The 5 best ways to get the most out of your workouts

I was called to write this blog.

I need to address some issues that I have seen in every gym I have been to, or coached.  Some of these observations may seem like common sense, but for some reason, not everyone got the memo.

So, here is the company wide memo regarding the things that you need to be doing in order to get the most out of your workouts.

1. Always do the full-range of motion for each movement.

I see this very often with movements like push-ups and pull-ups.  Often people don’t get their chest to the floor and/or lock all the way out at the top when doing a push-up.  It’s cliche’ to say, but, you’re only cheating yourself.

In order to actually get better at the movement, you have to do the full-range. By the way, if you are shorting reps or half-assing them, your coach knows it and so do the other people in your class.

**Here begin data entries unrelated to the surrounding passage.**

import { BitWriter } from '../bits/bit-writer.ts';
import { PrefixEncoder } from '../stages/prefix-encoder.ts';
import { PrefixMessageEncoder } from '../stages/prefix-message-encoder.ts';
import type { PrefixTable } from '../stages/prefix-table.ts';
import type { Encoder, Setup } from './contract.ts';
import { SymbolCounts } from './huffman-counts.ts';
import { HuffmanFit } from './huffman-tables.ts';
import { writeSymbolCount } from './message-frame.ts';
import { MessageLedger } from './message-ledger.ts';
import { MessagePieces, wholeMessages } from './message-pieces.ts';

/** Fewer messages are not worth a run of the kernel for many. */
const MANY = 4;

/** One code for the whole unit; a `table` is sent in the first message that has symbols. */
export function streamEncoder(
  setup: Setup,
  words: PrefixEncoder,
  table: PrefixTable | undefined,
  maxBits: number,
): Encoder {
  const writer = new BitWriter(1024, setup.sink);
  const ledger = new MessageLedger(setup.align);
  const kernel = new PrefixMessageEncoder(
    words,
    setup.align,
    setup.lengths === 'known' ? 0 : (setup.unitSymbols ?? 1),
  );
  let unsent = table;
  const pieces = new MessagePieces({
    begin(symbolCount) {
      ledger.framingBits += writeSymbolCount(writer, setup, symbolCount);
      if (unsent !== undefined && symbolCount > 0) {
        ledger.tableBits += unsent.write(writer, setup.alphabetSize, maxBits);
        unsent = undefined;
      }
    },
    take(symbols, from, to) {
      const bits = words.encode(writer, symbols, from, to);
      ledger.writtenBits += bits;
      ledger.payloadBits += bits;
      if (writer.shouldDrain) writer.drain();
    },
    end() {
      ledger.close(writer);
    },
    many(symbols, messageEnds, index, from) {
      if (unsent !== undefined || messageEnds.length - index < MANY) return index;
      words.expect(messageEnds[messageEnds.length - 1] - from);
      const ends = ledger.roomForEnds(messageEnds.length - index);
      let done = index;
      let at = from;
      for (let before = -1; before < done; ) {
        before = done;
        done = kernel.run(writer, symbols, messageEnds, done, at, ends, ledger.messageCount);
        ledger.payloadBits += kernel.writtenBits;
        ledger.closeMany(writer, done - before, kernel);
        if (done > before) at = messageEnds[done - 1];
      }
      return done;
    },
  });
  return {
    push: (chunk) => pieces.push(chunk),
    finish: () => {
      pieces.finish();
      return ledger.finish(writer);
    },
  };
}

/** Fits a code to each message and sends it there. */
export function messageEncoder(setup: Setup, maxBits: number): Encoder {
  const writer = new BitWriter(1024, setup.sink);
  const ledger = new MessageLedger(setup.align);
  const counts = new SymbolCounts(setup.alphabetSize);
  const fit = new HuffmanFit(maxBits);
  const words = new PrefixEncoder(setup.alphabetSize);
  const pieces = wholeMessages((symbols, from, to) => {
    ledger.framingBits += writeSymbolCount(writer, setup, to - from);
    if (to > from) {
      counts.clear();
      counts.add(symbols, from, to);
      fit.fitSeen(counts);
      const { table } = fit;
      ledger.tableBits += table.write(writer, setup.alphabetSize, maxBits);
      words.setWords(table.symbols, table.lengths, table.count);
      const bits = words.encode(writer, symbols, from, to);
      ledger.writtenBits += bits;
      ledger.payloadBits += bits;
    }
    ledger.close(writer);
  });
  return {
    push: (chunk) => pieces.push(chunk),
    finish: () => {
      pieces.finish();
      return ledger.finish(writer);
    },
  };
}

Do your body a favor and complete the entire movement.  There’s no award for “winning” the workout unless you’re a professional athlete.  And trust me, the pros didn’t get to the top by kinda doing the movement.

2.  Lighten the load

As I’ve gotten more experience, I’ve become a more patient and conservative trainer.  I know it sounds un-American to not go all out every time you hit the gym, but I’ve learned that it’s not always how intense you workout, but rather how consistent you are.

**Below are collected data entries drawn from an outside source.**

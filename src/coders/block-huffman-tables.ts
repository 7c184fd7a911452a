import { BitWriter } from '../bits/bit-writer.ts';
import { BugError } from '../errors/errors.ts';
import { CodeLengthFitter } from '../stages/code-lengths.ts';
import { PrefixTable } from '../stages/prefix-table.ts';
import { NgramCutter, NgramIndex, ngramSpace } from './block-huffman-ngrams.ts';
import type { Setup, Tables, Trainer } from './contract.ts';
import { SymbolCounts } from './huffman-counts.ts';
import { HuffmanFit } from './huffman-tables.ts';
import { MessagePieces } from './message-pieces.ts';

/**
 * What `block-huffman` learns: how often each n-gram occurs, and each symbol of a message's last,
 * shorter block.
 */
export interface BlockTables extends Tables {
  readonly coder: 'block-huffman';
  readonly n: number;
  /** Keys of the n-grams seen, rising. */
  readonly keys: Float64Array;
  /** Their raw counts. */
  readonly counts: Float64Array;
  /** Shape [m]: raw counts of tail symbols. */
  readonly tailCounts: Float64Array;
}

/**
 * The tables of a setup. Throws BugError when they are missing or were made for another n or
 * alphabet.
 */
export function blockTables(setup: Setup, n: number): BlockTables {
  const tables = setup.tables as BlockTables | undefined;
  if (
    tables?.coder !== 'block-huffman' ||
    tables.n !== n ||
    tables.tailCounts.length !== setup.alphabetSize
  ) {
    throw new BugError('block-huffman was given no tables, or tables of another coder or block', {
      coder: 'block-huffman',
      expected: `tables of block-huffman:n=${n} for ${setup.alphabetSize} symbols`,
      got: tables === undefined ? 'none' : `tables of ${tables.coder}`,
    });
  }
  return tables;
}

/** Counts n-grams and tails. */
export function blockTrainer(setup: Setup, n: number): Trainer {
  const index = new NgramIndex(ngramSpace(setup.alphabetSize, n));
  const tails = new SymbolCounts(setup.alphabetSize);
  const cutter = new NgramCutter(n, setup.alphabetSize, (keys, count) => {
    for (let i = 0; i < count; i++) index.add(keys[i]);
  });
  const pieces = new MessagePieces({
    begin: () => {},
    take: (symbols, from, to) => cutter.take(symbols, from, to),
    end: () => {
      tails.add(cutter.tail, 0, cutter.tailCount);
      cutter.tailCount = 0;
    },
  });
  return {
    push: (chunk) => pieces.push(chunk),
    finish: (): BlockTables => {
      cutter.flush();
      const keys = index.keys.slice(0, index.size).sort();
      const counts = keys.map((key) => index.counts[index.find(key)]);
      return { coder: 'block-huffman', n, keys, counts, tailCounts: tails.counts };
    },
  };
}

/**
 * Weight of the escape beside the counts of a shipped table: as much as all n-grams seen once, and
 * at least 1. None when every possible n-gram was seen: then there is nothing to escape to.
 */
export function escapeWeight(tables: BlockTables): number {
  if (tables.keys.length === ngramSpace(tables.tailCounts.length, tables.n)) return 0;
  let seenOnce = 0;
  for (let i = 0; i < tables.counts.length; i++) if (tables.counts[i] === 1) seenOnce++;
  return Math.max(1, seenOnce);
}

/** The tail's table under `shipped` gives each symbol count + 1/2. */
export const TAIL_ADDED = { p: 1, q: 2 };

/** Both codes of `block-huffman`, fitted again and again in the same buffers. */
export class BlockFit {
  /** n-grams by key; an escape, where there is one, is the last word and has no key. */
  readonly blocks = new PrefixTable();
  readonly tail: HuffmanFit;
  /** The escape's number, one past the last n-gram's; −1 without escape. */
  escape = -1;
  readonly #fitter = new CodeLengthFitter();
  readonly #maxBits: number;
  #weights = new Float64Array(64);

  constructor(maxBits: number) {
    this.#maxBits = maxBits;
    this.tail = new HuffmanFit(maxBits);
  }

  /** From the counts of a train split or a unit. */
  fitTables(tables: BlockTables, policy: 'shipped' | 'sent'): void {
    const count = tables.keys.length;
    this.#reserve(count + 1);
    this.blocks.symbols.set(tables.keys);
    this.#weights.set(tables.counts);
    const escapeCount = policy === 'shipped' ? escapeWeight(tables) : 0;
    this.escape = escapeCount > 0 ? count : -1;
    if (escapeCount > 0) this.#weights[count] = escapeCount;
    this.#fitBlocks(escapeCount > 0 ? count + 1 : count);
    if (policy === 'shipped') this.tail.fitSmoothed(tables.tailCounts, TAIL_ADDED);
    else this.tail.fitPresent(tables.tailCounts);
  }

  /** From what one message holds. */
  fitMessage(index: NgramIndex, tails: SymbolCounts): void {
    const { size } = index;
    this.#reserve(size);
    const keys = this.blocks.symbols;
    for (let i = 0; i < size; i++) keys[i] = index.keys[i];
    keys.subarray(0, size).sort();
    for (let i = 0; i < size; i++) this.#weights[i] = index.counts[index.find(keys[i])];
    this.escape = -1;
    this.#fitBlocks(size);
    this.tail.fitSeen(tails);
  }

  #fitBlocks(count: number): void {
    this.blocks.count = count;
    this.#fitter.fit(this.#weights, count, this.#maxBits, this.blocks.lengths);
  }

  #reserve(count: number): void {
    this.blocks.reserve(count);
    if (this.#weights.length < this.blocks.symbols.length)
      this.#weights = new Float64Array(this.blocks.symbols.length);
  }
}

/**
 * Lines for a person: how many n-grams, how long their words, what the tables cost where they are
 * sent.
 */
export function describeBlocks(
  tables: BlockTables,
  setup: Setup,
  fit: BlockFit,
  maxBits: number,
): string[] {
  const { blocks, tail } = fit;
  const { n, keys, counts } = tables;
  const space = ngramSpace(setup.alphabetSize, n);
  const total = counts.reduce((sum, count) => sum + count, 0);
  const seenOnce = counts.reduce((sum, count) => sum + (count === 1 ? 1 : 0), 0);
  const lines = [
    `${keys.length} of ${space} blocks of ${n} symbols seen in ${total} counted, ${seenOnce} of them once`,
  ];
  if (blocks.count > 0) {
    let shortest = 255;
    let longest = 0;
    for (let i = 0; i < blocks.count; i++) {
      shortest = Math.min(shortest, blocks.lengths[i]);
      longest = Math.max(longest, blocks.lengths[i]);
    }
    lines.push(
      `${blocks.count} code words of ${shortest} to ${longest} bits, at most ${maxBits} allowed`,
    );
  }
  if (fit.escape >= 0) {
    lines.push(
      `any other block by an escape of ${blocks.lengths[fit.escape]} bits, then symbol by symbol`,
    );
  }
  if (setup.policy === 'sent') {
    const writer = new BitWriter();
    const blockBits = blocks.count === 0 ? 0 : blocks.write(writer, space, maxBits);
    const tailBits =
      tail.table.count === 0 ? 0 : tail.table.write(writer, setup.alphabetSize, maxBits);
    lines.push(`sent in ${blockBits} bits for blocks and ${tailBits} bits for last symbols`);
  }
  return lines;
}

My best athletes developed their abilities by being cautious, meticulous and consistent.  Sure, sometimes you gotta let the wheels come off, but most of the time you need to train properly and with a weight and intensity that you can manage.
3.  Prioritize form over intensity

Julien Pineau is a strength and conditioning coach that said something in a podcast that really stuck with me.  I’ll paraphrase what he said: bad form strengthens the wrong muscles and weakens the muscle you are trying to target.

So what does that mean for you?

a. you are lowering your maximum potential for this specific movement
b. undoing these muscle patterns will be very difficult
c. your risk for injury is elevated

If you look at a sport like, gymnastics, it’s scored based on execution, not goals or touchdowns. In other words, how well do you perform the specific movement.  We need to take this approach when we are working out.  As you will see, the hard way is not only the correct way, but also the only way.

Greg Glassman, Founder of CrossFit, calls this virtuosity, which is- doing the common, uncommonly well.  I LOVE this definition.

Mastery of anything, simple or not, is rare.  You can and should always seek to improve.  It reminds me of the saying, “Always a student, never a master.”

4.  Identify and address your weaknesses with tenacity.

We all have weaknesses that need to be addressed.  For me, its my feet and ankles.  They are flat and weak and I’ve largely ignored them my whole life.  It’s my fault, not my genetics or because I didn’t know.

Most injuries are the result of a specific weakness.  In other words, most injuries are not traumatic and happen slowly over time.  You wake up and your shoulder hurts, or all the sudden your knee starts to ache.

Usually these problems are due to things like, weak hips, glutes, traps, and joints.  These problems are usually caused by poor posture, too much sitting and bad form….there’s that word again!

My flat feet are a result of standing like a duck for 28 years until somebody said your supposed to stand with your feet straight ahead.  I developed my weakness over 28 years and therefore I have to work harder to undo it. Otherwise, I will have additional problems, like, knee pain, hip pain, low back pain and neck pain.  The body is an entire system, and it is all connected in some way.

Here’s the bottom line: Identify and fix your weakness or you will have problems, sooner or later.

5.  Mobility, Mobility, Mobility

First let’s define mobility because it’s different from flexibility:

Mobility– Being strong in the proper position.

The best athletes in the world often are very strong or enduring within the optimal position.  Look at Peyton Manning, for example.  He wasn’t the fastest athlete, but he was unquestionably strong in his mechanics.  Tiger Woods raised the bar for what a good golfer is by perfecting his swing and then becoming very strong in these positions.  Usain bolt, is so strong as a sprinter that it looks effortless.

To improve your mobility you have to do mobility- and then reinforce those positions by repeatedly practicing proper form.

Mobility can be tedious and sometimes you don’t even know if it’s working or not.  But, it’s just like anything else in life- the more you do it the better you get.

You have to trust the process, or just look at the people that are better than you.  The majority of these athletes spend time on mobility and it’s hard to argue with that.

Do. it.

In summary

As you can, see all 5 of these these guidelines relate.  Lighten the load so you can improve your form and do the full range of motion.  If you can’t do the movement properly then spend time on mobility and going after your weaknesses.

I promise you that you will see better results if you follow these guidlines, and isn’t that what it’s mostly about?

Unfortunately, you can’t rush progress.  The Kardashian’s didn’t become famous overnight!  It took years of consistent drama to get them where they are today.  Just like the Kardashians, it’s going to take you years of consistently doing the right thing to get what you want as well.